The only visible improvement? The wheels on Coca-Cola’s iconic red trucks actually rotate this time instead of sliding unrealistically across snowy roads. According to The Wall Street Journal, the ad was produced in partnership with Silverside and Secret Level — the same AI studios behind last year’s campaigns.
Coca-Cola declined to reveal how much the new campaign cost but confirmed that about 100 people worked on it, including five AI specialists from Silverside who generated and refined over 70,000 AI clips. Despite similar staffing numbers to traditional productions, the company claims the AI process was significantly faster and cheaper. “Before, we would start a project a year in advance,” said Manolo Arroyo, Coca-Cola’s Chief Marketing Officer. “Now, you can get it done in around a month.”

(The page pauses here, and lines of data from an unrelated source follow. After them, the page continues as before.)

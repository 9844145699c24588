/**
 * Every field of the bundle document, each with what it may hold by itself; bundle-check.ts holds them against each other.
 */
import { z } from 'zod';
import { binary } from './binary.ts';
import { BUNDLE_KINDS, type Bundle, CROSSING_KNOTS } from './bundle.ts';
import { type ChannelColumns, channelColumnsSchema } from './channel-columns.ts';
import { MAX_HORIZON, MAX_LAG_TICKS, MAX_TICK_MS, MIN_TICK_MS } from './limits.ts';
import { isName, NAME_RULE } from './name.ts';

const bytes = binary();
const digest = binary(32);
const name = z.string().refine(isName, `expected ${NAME_RULE}`);
const positive = z.number().positive();
const time = z.int().min(-8.64e15).max(8.64e15);
const seed = z
  .int()
  .min(0)
  .max(2 ** 32 - 1);
const count = z.int().min(0);
const share = z.number().gt(0).lt(1);

/** A matrix as it stands in a document; lengths are checked where the shape is known. */
export const tensorSchema = z.strictObject({
  type: z.enum(['i8', 'i16', 'f32', 'f64']),
  rows: count,
  cols: count,
  scales: bytes,
  data: bytes,
});

/** Tensors and numbers of the linear kind. */
export const linearSchema = z.strictObject({
  decays: z.array(share).max(64),
  resonators: z.array(z.tuple([z.number(), z.number()])).max(64),
  lags: z.array(z.int().min(1).max(MAX_LAG_TICKS)).max(64),
  level: z.literal(true).optional(),
  featureExponents: tensorSchema,
  bottleneck: tensorSchema,
  readout: tensorSchema,
  own: tensorSchema.optional(),
  horizonBasis: tensorSchema,
});

/** Where long gaps fade to. */
export const seasonalSchema = z.strictObject({ periodTicks: count, table: tensorSchema });

/** Half-widths of the bounds. */
export const boundsSchema = z.strictObject({
  coverage: share,
  radius: tensorSchema,
  rate: share,
  longRate: z.number().positive().max(100).optional(),
  crossing: z.array(z.number().min(0).max(1)).length(CROSSING_KNOTS.length).optional(),
  crossingFresh: z.number().positive().max(1).optional(),
});

/** When a reading is passed over. */
export const guardSchema = z.strictObject({ rejectSd: positive, maxTicks: count });

/** Gates of trial and probation. */
export const gatesSchema = z.strictObject({ worseRatio: positive, trialTicks: count, probationTicks: count });

/** What it was learned from. */
export const provenanceSchema = z.strictObject({
  historyDigest: digest,
  surveyDigest: digest,
  firstMs: time,
  lastMs: time,
  ticks: count,
  previous: digest.nullable(),
  seed,
  options: z.string().max(8192),
  versions: z.record(z.string().min(1).max(64), z.string().max(64)),
});

/** The judge's numbers. */
export const judgeSchema = z.strictObject({
  horizons: z.array(z.int().min(1).max(MAX_HORIZON)).max(64),
  rivals: z.array(z.string().min(1).max(64)).max(16),
  mse: tensorSchema,
  skill: tensorSchema,
  coverage: tensorSchema,
  verdicts: z.array(z.string().min(1).max(400)),
  hasSkill: z.boolean(),
  override: z.string().min(1).max(1000).nullable(),
});

/** The replay that proves the arithmetic. */
export const probeSchema = z.strictObject({
  seed,
  ticks: z.int().min(1).max(100_000),
  digest,
  last: z.array(z.number()).max(MAX_HORIZON),
});

/** A bundle as it stands in a document: channels by column. */
export type BundleDocument = Omit<Bundle, 'channels'> & { readonly channels: ChannelColumns };

/** The whole document. */
export const bundleSchema = z.strictObject({
  format: z.int(),
  arithmetic: z.int(),
  kind: z.enum(BUNDLE_KINDS),
  site: name,
  equipmentClass: name,
  schema: digest,
  madeAtMs: time,
  tickMs: z.int().min(MIN_TICK_MS).max(MAX_TICK_MS),
  horizon: z.int().min(1).max(MAX_HORIZON),
  channels: channelColumnsSchema,
  linear: linearSchema.optional(),
  seasonal: seasonalSchema,
  bounds: boundsSchema,
  guard: guardSchema,
  warmupTicks: count,
  gates: gatesSchema,
  provenance: provenanceSchema,
  judge: judgeSchema,
  probe: probeSchema,
}) satisfies z.ZodType<BundleDocument>;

The campaign lands at a time when brands are increasingly using AI to cut production time and costs — often at the expense of creative quality. Google also launched its first fully AI-generated ad this year, arguing that most consumers “don’t really care” how an ad is made. But Coca-Cola’s continued push into AI-generated marketing, even after criticism over previous campaigns — including one that invented a fake J.G. Ballard book — suggests the company is prioritising speed and savings over craft.
The result: another AI holiday ad that feels cold and soulless, missing the warmth that made Coca-Cola’s Christmas campaigns iconic in the first place.